Pippin and a little bit of life too

Mar 08, 2009 22:06

Pippin. What an experience. About 3 weeks on the tech crew, and it felt almost like a lifetime. I managed to get a taste of the magic that is Wilde Lake Drama. And what a weird feeling that is. I got very close to tech crew, and quite decently close to the cast and the pit as well. I mean it's not all that difficult when most are your friends anyways, but still.

All of that building the set, spotlighting, hanging lights, painting; everything I was involved in, felt important. It felt amazing to be a part of something like that. I've been on running all four years, but this was the first time I was a part of the creation of a work of art. This was the first time I was minutely involved in something beautiful. Sports are fun, winning a state championship is an amazing experience, but the plays are something else.

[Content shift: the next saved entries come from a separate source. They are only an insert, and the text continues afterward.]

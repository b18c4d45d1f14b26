/** Webhooks out in the console (docs/console-api.md "Webhooks"); the rules live in services/webhooks.ts. */
import { z } from 'zod';
import type { AppContext } from '../../context.ts';
import { orgAuth } from '../../http/roles.ts';
import { parseBody, parseQuery } from '../../http/validate.ts';
import { recordAudit } from '../../services/audit.ts';
import {
  MAX_ENDPOINTS_PER_ORG,
  WEBHOOK_EVENT_TYPES,
  WEBHOOK_EVENT_TYPE_IDS,
  createEndpoint,
  deleteEndpoint,
  endpointOf,
  endpointUrlProblem,
  listDeliveries,
  listEndpoints,
  redeliver,
  rotateSecret,
  sendTestEvent,
  serializeEndpoint,
  updateEndpoint,
} from '../../services/webhooks.ts';
import { HttpError } from '../../http/problem.ts';
import { param } from './params.ts';
import { ApiRoutes } from './routes.ts';

export function webhookRoutes(ctx: AppContext): ApiRoutes {
  const r = new ApiRoutes();
  const url = z
    .string({ message: 'Enter the https:// URL your system receives events at.' })
    .trim()
    .min(1, 'Enter the https:// URL your system receives events at.')
    .max(2000, 'At most 2,000 characters.')
    .superRefine((v, c) => {
      const why = endpointUrlProblem(v, ctx.config);
      if (why) c.addIssue({ code: 'custom', message: why, params: { showsValue: true } });
    });
  const events = z
    .array(z.enum(WEBHOOK_EVENT_TYPE_IDS, { message: `One of ${WEBHOOK_EVENT_TYPE_IDS.join(', ')}.` }), { message: 'Choose the kinds of events to send, as a list.' })
    .min(1, 'Choose at least one kind of event.')
    .max(WEBHOOK_EVENT_TYPE_IDS.length);
  const description = z.string().trim().max(200, 'At most 200 characters.');
  const CreateBody = z.object({ url, events, description: description.optional() }).strict();
  const UpdateBody = z.object({ url: url.optional(), events: events.optional(), description: description.optional(), paused: z.boolean({ message: 'true (pause) or false (resume).' }).optional() }).strict();
  const DeliveriesQuery = z.object({
    endpoint: z.string().max(40).optional(),
    limit: z.coerce.number({ message: 'A whole number from 1 to 200.' }).int().min(1).max(200).optional(),
  });

  r.get('/orgs/:org/webhooks', 'webhooks.read', async (_req, res) => {
    const orgId = orgAuth(res).organization.id;
    res.json({ endpoints: (await listEndpoints(orgId)).map(serializeEndpoint), eventTypes: WEBHOOK_EVENT_TYPES, maxEndpoints: MAX_ENDPOINTS_PER_ORG });
  });

  r.post('/orgs/:org/webhooks', 'webhooks.write', async (req, res) => {
    const auth = orgAuth(res);
    const body = parseBody(CreateBody, req);
    const { endpoint, secret } = await createEndpoint(ctx, auth.organization.id, body, auth.user.id);
    await recordAudit(ctx, { organizationId: auth.organization.id, actorUserId: auth.user.id, action: 'webhook.create', targetType: 'webhook', targetId: endpoint.id, detail: { url: endpoint.url, events: endpoint.events } });
    res.status(201).json({ endpoint: serializeEndpoint(endpoint), secret });
  });

  r.patch('/orgs/:org/webhooks/:id', 'webhooks.write', async (req, res) => {
    const auth = orgAuth(res);
    const body = parseBody(UpdateBody, req);
    const endpoint = await endpointOf(auth.organization.id, param(req, 'id'));
    const before = serializeEndpoint(endpoint);
    await updateEndpoint(ctx, endpoint, body);
    const after = serializeEndpoint(endpoint);
    await recordAudit(ctx, { organizationId: auth.organization.id, actorUserId: auth.user.id, action: 'webhook.update', targetType: 'webhook', targetId: endpoint.id, detail: { url: after.url, ...(before.status !== after.status ? { status: after.status } : {}), ...(before.url !== after.url ? { previousUrl: before.url } : {}), ...(JSON.stringify(before.events) !== JSON.stringify(after.events) ? { events: after.events } : {}) } });
    res.json({ endpoint: after });
  });

  r.delete('/orgs/:org/webhooks/:id', 'webhooks.write', async (req, res) => {
    const auth = orgAuth(res);
    const endpoint = await endpointOf(auth.organization.id, param(req, 'id'));
    await deleteEndpoint(ctx, endpoint);
    await recordAudit(ctx, { organizationId: auth.organization.id, actorUserId: auth.user.id, action: 'webhook.delete', targetType: 'webhook', targetId: endpoint.id, detail: { url: endpoint.url } });
    res.status(204).end();
  });

  r.post('/orgs/:org/webhooks/:id/rotate-secret', 'webhooks.write', async (req, res) => {
    const auth = orgAuth(res);
    const endpoint = await endpointOf(auth.organization.id, param(req, 'id'));
    const { secret } = await rotateSecret(ctx, endpoint);
    await recordAudit(ctx, { organizationId: auth.organization.id, actorUserId: auth.user.id, action: 'webhook.rotate-secret', targetType: 'webhook', targetId: endpoint.id, detail: { url: endpoint.url } });
    res.json({ endpoint: serializeEndpoint(endpoint), secret });
  });

  r.post('/orgs/:org/webhooks/:id/test', 'webhooks.write', async (req, res) => {
    const auth = orgAuth(res);
    const endpoint = await endpointOf(auth.organization.id, param(req, 'id'));
    const delivery = await sendTestEvent(ctx, endpoint, auth.user.name);
    res.status(201).json({ delivery: (await listDeliveries(auth.organization.id, { ids: [delivery.id] }))[0] });
  });

  r.get('/orgs/:org/webhook-deliveries', 'webhooks.read', async (req, res) => {
    const auth = orgAuth(res);
    const q = parseQuery(DeliveriesQuery, req);
    res.json({ deliveries: await listDeliveries(auth.organization.id, { endpointId: q.endpoint, limit: q.limit ?? 50 }) });
  });

  r.get('/orgs/:org/webhook-deliveries/:id', 'webhooks.read', async (req, res) => {
    const auth = orgAuth(res);
    const [delivery] = await listDeliveries(auth.organization.id, { ids: [param(req, 'id')], withAttempts: true });
    if (!delivery) throw new HttpError('not-found', 'No such webhook delivery in this organization.');
    res.json({ delivery });
  });

  r.post('/orgs/:org/webhook-deliveries/:id/redeliver', 'webhooks.write', async (req, res) => {
    const auth = orgAuth(res);
    const delivery = await redeliver(ctx, auth.organization.id, param(req, 'id'));
    res.status(201).json({ delivery: (await listDeliveries(auth.organization.id, { ids: [delivery.id] }))[0] });
  });

  return r;
}
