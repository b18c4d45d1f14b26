/** Embeds in the console (docs/console-api.md "Embeds"); rules live in services/embeds.ts (S2). */
import type { AppContext } from '../../context.ts';
import { orgAuth } from '../../http/roles.ts';
import { parseBody } from '../../http/validate.ts';
import { changesOf, recordAudit } from '../../services/audit.ts';
import { embedInputSchema, embedUpdateSchema, getEmbedService, serializeEmbed } from '../../services/embeds.ts';
import { param } from './params.ts';
import { ApiRoutes } from './routes.ts';

export function embedRoutes(ctx: AppContext): ApiRoutes {
  const r = new ApiRoutes();
  const embeds = getEmbedService(ctx);

  r.get('/orgs/:org/embeds', 'embeds.read', async (_req, res) => {
    const list = await embeds.listEmbeds(orgAuth(res).organization.id);
    res.json({ embeds: list.map(serializeEmbed) });
  });

  r.post('/orgs/:org/embeds', 'embeds.write', async (req, res) => {
    const auth = orgAuth(res);
    const body = parseBody(embedInputSchema, req);
    const embed = await embeds.createEmbed(auth.organization.id, body);
    await recordAudit(ctx, { organizationId: auth.organization.id, actorUserId: auth.user.id, action: 'embed.create', targetType: 'embed', targetId: embed.id, detail: { name: embed.name, satelliteIds: embed.satelliteIds, apiKeyId: embed.apiKeyId } });
    res.status(201).json({ embed: serializeEmbed(embed) });
  });

  r.patch('/orgs/:org/embeds/:id', 'embeds.write', async (req, res) => {
    const auth = orgAuth(res);
    const body = parseBody(embedUpdateSchema, req);
    const before = serializeEmbed(await embeds.getEmbed(auth.organization.id, param(req, 'id')));
    const embed = await embeds.updateEmbed(auth.organization.id, before.id, body);
    const after = serializeEmbed(embed);
    // Display options are compared one by one, so "theme: light → dark" rather than the whole object.
    const changes = {
      ...changesOf({ name: before.name, satelliteIds: before.satelliteIds, apiKeyId: before.apiKeyId }, { name: after.name, satelliteIds: after.satelliteIds, apiKeyId: after.apiKeyId }),
      ...changesOf(before.options, after.options),
    };
    if (Object.keys(changes).length > 0) {
      await recordAudit(ctx, { organizationId: auth.organization.id, actorUserId: auth.user.id, action: 'embed.update', targetType: 'embed', targetId: embed.id, detail: { name: embed.name, changes } });
    }
    res.json({ embed: serializeEmbed(embed) });
  });

  r.delete('/orgs/:org/embeds/:id', 'embeds.write', async (req, res) => {
    const auth = orgAuth(res);
    const embed = await embeds.getEmbed(auth.organization.id, param(req, 'id'));
    await embeds.deleteEmbed(auth.organization.id, embed.id);
    await recordAudit(ctx, { organizationId: auth.organization.id, actorUserId: auth.user.id, action: 'embed.delete', targetType: 'embed', targetId: embed.id, detail: { name: embed.name } });
    res.status(204).end();
  });

  return r;
}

Ever since Gorey Stories, I have watched all the Wilde Lake plays at least twice, most of the time all three shows. The performances have blown me away, and helped me appreciate life to the fullest. Actually being involved, if only in the minutest and most indirect sense, as a spotlight, was amazing.

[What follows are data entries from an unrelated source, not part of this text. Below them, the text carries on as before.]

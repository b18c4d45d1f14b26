/** Plan and billing (docs/console-api.md "Usage, plan, activity"): the owner's side of payments. */
import type { Request } from 'express';
import { z } from 'zod';
import type { AppContext } from '../../context.ts';
import { orgAuth } from '../../http/roles.ts';
import { parseBody } from '../../http/validate.ts';
import { PLANS } from '../../models/index.ts';
import { billingOverview, openPortal, setCancelAtPeriodEnd, startCheckout } from '../../services/billing.ts';
import { ApiRoutes } from './routes.ts';

const CheckoutBody = z.object({ plan: z.enum(PLANS, { message: `Choose one of: ${PLANS.join(', ')}.` }) });

/**
 * Where the provider sends the owner back: PUBLIC_URL when set, else this request's own origin
 * (a development server reached as 127.0.0.1 or localhost keeps its session cookie).
 */
function returnBase(ctx: AppContext, req: Request): string {
  return ctx.config.PUBLIC_URL ? ctx.config.publicUrl : `${req.protocol}://${req.get('host') ?? 'localhost'}`;
}

export function billingRoutes(ctx: AppContext): ApiRoutes {
  const r = new ApiRoutes();

  r.get('/orgs/:org/billing', 'billing.read', async (_req, res) => {
    res.json(await billingOverview(ctx, orgAuth(res).organization));
  });

  r.post('/orgs/:org/billing/checkout', 'billing.manage', async (req, res) => {
    const { plan } = parseBody(CheckoutBody, req);
    res.json(await startCheckout(ctx, orgAuth(res), plan, returnBase(ctx, req)));
  });

  r.post('/orgs/:org/billing/portal', 'billing.manage', async (req, res) => {
    res.json(await openPortal(ctx, orgAuth(res), returnBase(ctx, req)));
  });

  r.post('/orgs/:org/billing/cancel', 'billing.manage', async (_req, res) => {
    res.json({ subscription: await setCancelAtPeriodEnd(ctx, orgAuth(res), true) });
  });

  r.post('/orgs/:org/billing/resume', 'billing.manage', async (_req, res) => {
    res.json({ subscription: await setCancelAtPeriodEnd(ctx, orgAuth(res), false) });
  });

  return r;
}
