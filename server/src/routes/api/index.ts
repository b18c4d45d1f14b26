/**
 * The console's own API, /api, behind a session cookie (contract: docs/console-api.md).
 * Order: security headers, no-store, session, CSRF check (non-GET), JSON body, then each route
 * as requireRole(action) + handlers. Route lists live beside their handlers (account.ts, orgs.ts, ...).
 */
import express, { Router } from 'express';
import type { AppContext } from '../../context.ts';
import { csrfProtection } from '../../http/csrf.ts';
import { refuseNulInJson } from '../../http/input-guards.ts';
import { ACCESS, requireRole, type Access, type Action } from '../../http/roles.ts';
import { securityHeaders } from '../../http/security.ts';
import { createSessionMiddleware } from '../../http/session.ts';
import { getMailService } from '../../services/mail.ts';
import { accountRoutes } from './account.ts';
import { billingRoutes } from './billing.ts';
import { embedRoutes } from './embeds.ts';
import { keyRoutes } from './keys.ts';
import { noticeRoutes } from './notices.ts';
import { orgRoutes } from './orgs.ts';
import { previewRoutes } from './preview.ts';
import type { ApiRoute } from './routes.ts';
import { satelliteRoutes } from './satellites.ts';
import { usageRoutes } from './usage.ts';
import { webhookRoutes } from './webhooks.ts';

declare module '../../context.ts' {
  interface AppServices {
    /** What createApiRouter mounted: method, path under /api, role-table action and who may call it. */
    apiRoutes?: Array<{ method: ApiRoute['method']; path: string; action: Action; access: Access }>;
  }
}

/** Every /api route with its action, in mounting order. */
export function buildApiRoutes(ctx: AppContext): ApiRoute[] {
  return [accountRoutes, orgRoutes, keyRoutes, satelliteRoutes, embedRoutes, usageRoutes, billingRoutes, noticeRoutes, webhookRoutes, previewRoutes].flatMap((routes) => routes(ctx).list);
}

export async function createApiRouter(ctx: AppContext): Promise<Router> {
  // Start the mail service (and the fake SMTP server when SMTP_URL is unset) with the app.
  await getMailService(ctx);
  const router = Router();
  router.use(securityHeaders(ctx.config, 'api'));
  router.use((_req, res, next) => {
    res.set('Cache-Control', 'no-store');
    next();
  });
  router.use(createSessionMiddleware(ctx));
  router.use(csrfProtection(ctx.config));
  router.use(express.json({ limit: '2mb' }));
  router.use(refuseNulInJson);
  const routes = buildApiRoutes(ctx);
  ctx.services.apiRoutes = routes.map((r) => ({ method: r.method, path: r.path, action: r.action, access: ACCESS[r.action] }));
  for (const route of routes) {
    router[route.method](route.path, requireRole(route.action), ...route.handlers);
  }
  return router;
}
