/** The console's live-preview credential (docs/console-api.md "Live previews"). */
import type { PreviewToken } from '@nadirline/shared/contract';
import type { AppContext } from '../../context.ts';
import { orgAuth } from '../../http/roles.ts';
import { issuePreviewToken } from '../../services/preview-token.ts';
import { ApiRoutes } from './routes.ts';

export function previewRoutes(ctx: AppContext): ApiRoutes {
  const r = new ApiRoutes();

  // Any member: the token reads, from this server's own pages only, what the member can already see.
  r.post('/orgs/:org/preview-token', 'preview.issue', (_req, res) => {
    const now = Date.now();
    const { token, expiresAt } = issuePreviewToken(ctx.config.sessionSecret, orgAuth(res).organization.id, now);
    const answer: PreviewToken = { token, expiresAt: expiresAt.toISOString(), expiresIn: Math.floor((expiresAt.getTime() - now) / 1000) };
    res.json(answer);
  });

  return r;
}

This moment, this experience, this mini-lifetime, was bittersweet. The moments on Saturday when people were looking back on the past, it really felt weird. I was the only one who hadn't been there throughout, minus Tarik. I had never been involved in Wilde Lake Drama before, I had never really been involved in drama at all before. My small taste of the community was great. I wish I had been involved before. I wish I could have been a part of this family throughout my high school career. I wish I could have realized this at some time other than 3 months before I graduate.

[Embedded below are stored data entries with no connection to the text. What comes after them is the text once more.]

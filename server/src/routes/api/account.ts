/** Session and account routes: /api/session, /api/auth/*, /api/me (docs/console-api.md). */
import type { Request } from 'express';
import { ipKeyGenerator, rateLimit } from 'express-rate-limit';
import { z } from 'zod';
import type { SessionInfo } from '@nadirline/shared/contract';
import type { AppContext } from '../../context.ts';
import { csrfToken, renewCsrfToken } from '../../http/csrf.ts';
import { HttpError } from '../../http/problem.ts';
import { userAuth } from '../../http/roles.ts';
import { currentUser, signIn, signOut } from '../../http/session.ts';
import { fields, parseBody } from '../../http/validate.ts';
import {
  checkCredentials,
  membershipsOf,
  requestPasswordReset,
  resendVerification,
  resetPassword,
  serializeUser,
  signUp,
  updateProfile,
  verifyEmail,
} from '../../services/accounts.ts';
import { ApiRoutes } from './routes.ts';

/** Sign-in throttling: this many failed tries per e-mail address and client address ... */
export const SIGNIN_MAX_FAILURES = 5;
/** ... within this window. */
export const SIGNIN_WINDOW_MS = 15 * 60 * 1000;
/** Messages (verification, reset) one client may ask for per window, per address. */
export const MAIL_REQUESTS_PER_WINDOW = 5;

const SignupBody = z.object({
  email: fields.email,
  name: fields.name,
  password: fields.password,
  /** Empty or absent: no organization yet (e.g. signing up from an invitation). */
  organizationName: z.string().trim().max(200).optional(),
  invitationToken: fields.token.optional(),
});
const TokenBody = z.object({ token: fields.token });
const EmailBody = z.object({ email: fields.email });
const SigninBody = z.object({ email: fields.email, password: z.string().min(1, { message: 'Enter your password.' }).max(200) });
const ResetBody = z.object({ token: fields.token, password: fields.password });
const MeBody = z
  .object({ name: fields.name.optional(), password: fields.password.optional(), currentPassword: z.string().max(200).optional() })
  .refine((b) => b.name !== undefined || b.password !== undefined, { message: 'Send a name or a password to change.' });

function clientAndEmail(req: Request): string {
  const email = typeof req.body?.email === 'string' ? req.body.email.trim().toLowerCase() : '';
  return `${ipKeyGenerator(req.ip ?? 'unknown')}|${email}`;
}

function tooMany(what: string) {
  return (_req: Request, res: { getHeader(name: string): unknown }, next: (err: unknown) => void) => {
    const retryAfter = Number(res.getHeader('Retry-After') ?? 0);
    const minutes = Math.max(1, Math.ceil(retryAfter / 60));
    next(new HttpError('too-many-attempts', `${what} Try again in ${minutes} minute${minutes === 1 ? '' : 's'}.`, { retryAfterSeconds: retryAfter }));
  };
}

export function accountRoutes(ctx: AppContext): ApiRoutes {
  const r = new ApiRoutes();

  const signinLimiter = rateLimit({
    windowMs: SIGNIN_WINDOW_MS,
    limit: SIGNIN_MAX_FAILURES,
    skipSuccessfulRequests: true,
    standardHeaders: 'draft-8',
    legacyHeaders: false,
    keyGenerator: clientAndEmail,
    handler: tooMany('Too many failed sign-in attempts for this address.'),
  });
  const mailLimiter = rateLimit({
    windowMs: SIGNIN_WINDOW_MS,
    limit: MAIL_REQUESTS_PER_WINDOW,
    standardHeaders: 'draft-8',
    legacyHeaders: false,
    keyGenerator: clientAndEmail,
    handler: tooMany('Too many e-mails asked for this address.'),
  });

  r.get('/session', 'session.read', async (req, res) => {
    const user = await currentUser(req, res);
    const session: SessionInfo = {
      user: user ? serializeUser(user) : null,
      memberships: user ? await membershipsOf(user.id) : [],
      csrfToken: csrfToken(req, res, ctx.config),
    };
    res.json(session);
  });

  r.post('/auth/signup', 'account.signup', async (req, res) => {
    const body = parseBody(SignupBody, req);
    const { user } = await signUp(ctx, body);
    res.status(201).json({ user: serializeUser(user) });
  });

  r.post('/auth/verify-email', 'account.verify-email', async (req, res) => {
    const { token } = parseBody(TokenBody, req);
    const user = await verifyEmail(ctx, token);
    res.json({ user: serializeUser(user) });
  });

  r.post('/auth/resend-verification', 'account.recover', mailLimiter, async (req, res) => {
    const { email } = parseBody(EmailBody, req);
    await resendVerification(ctx, email);
    res.status(202).end();
  });

  r.post('/auth/signin', 'account.signin', signinLimiter, async (req, res) => {
    const { email, password } = parseBody(SigninBody, req);
    const user = await checkCredentials(ctx, email, password);
    await signIn(req, res, user);
    const token = renewCsrfToken(req);
    await signinLimiter.resetKey(clientAndEmail(req));
    const session: SessionInfo = { user: serializeUser(user), memberships: await membershipsOf(user.id), csrfToken: token };
    res.json(session);
  });

  r.post('/auth/signout', 'account.signout', async (req, res) => {
    await signOut(req, res);
    res.status(204).end();
  });

  r.post('/auth/forgot-password', 'account.recover', mailLimiter, async (req, res) => {
    const { email } = parseBody(EmailBody, req);
    await requestPasswordReset(ctx, email);
    res.status(202).end();
  });

  r.post('/auth/reset-password', 'account.recover', async (req, res) => {
    const { token, password } = parseBody(ResetBody, req);
    await resetPassword(ctx, token, password);
    res.status(204).end();
  });

  r.patch('/me', 'account.update', async (req, res) => {
    const body = parseBody(MeBody, req);
    const user = await updateProfile(ctx, userAuth(res), body, req.sessionID);
    res.json({ user: serializeUser(user) });
  });

  return r;
}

I have had an amazing experience with everyone involved, and I am eternally thankful to Danny for thinking to me when filling Davian Stuckey's spot. It was an experience, one I don't know if I'll ever have anything like it again. And for me it was only really 3 weeks. Some people have spent years in this, and I can know, at least to a point, how amazing the experience must have been. And in ways, I cannot. You all have had something special, and I thank you all for letting me be involved, for these few weeks.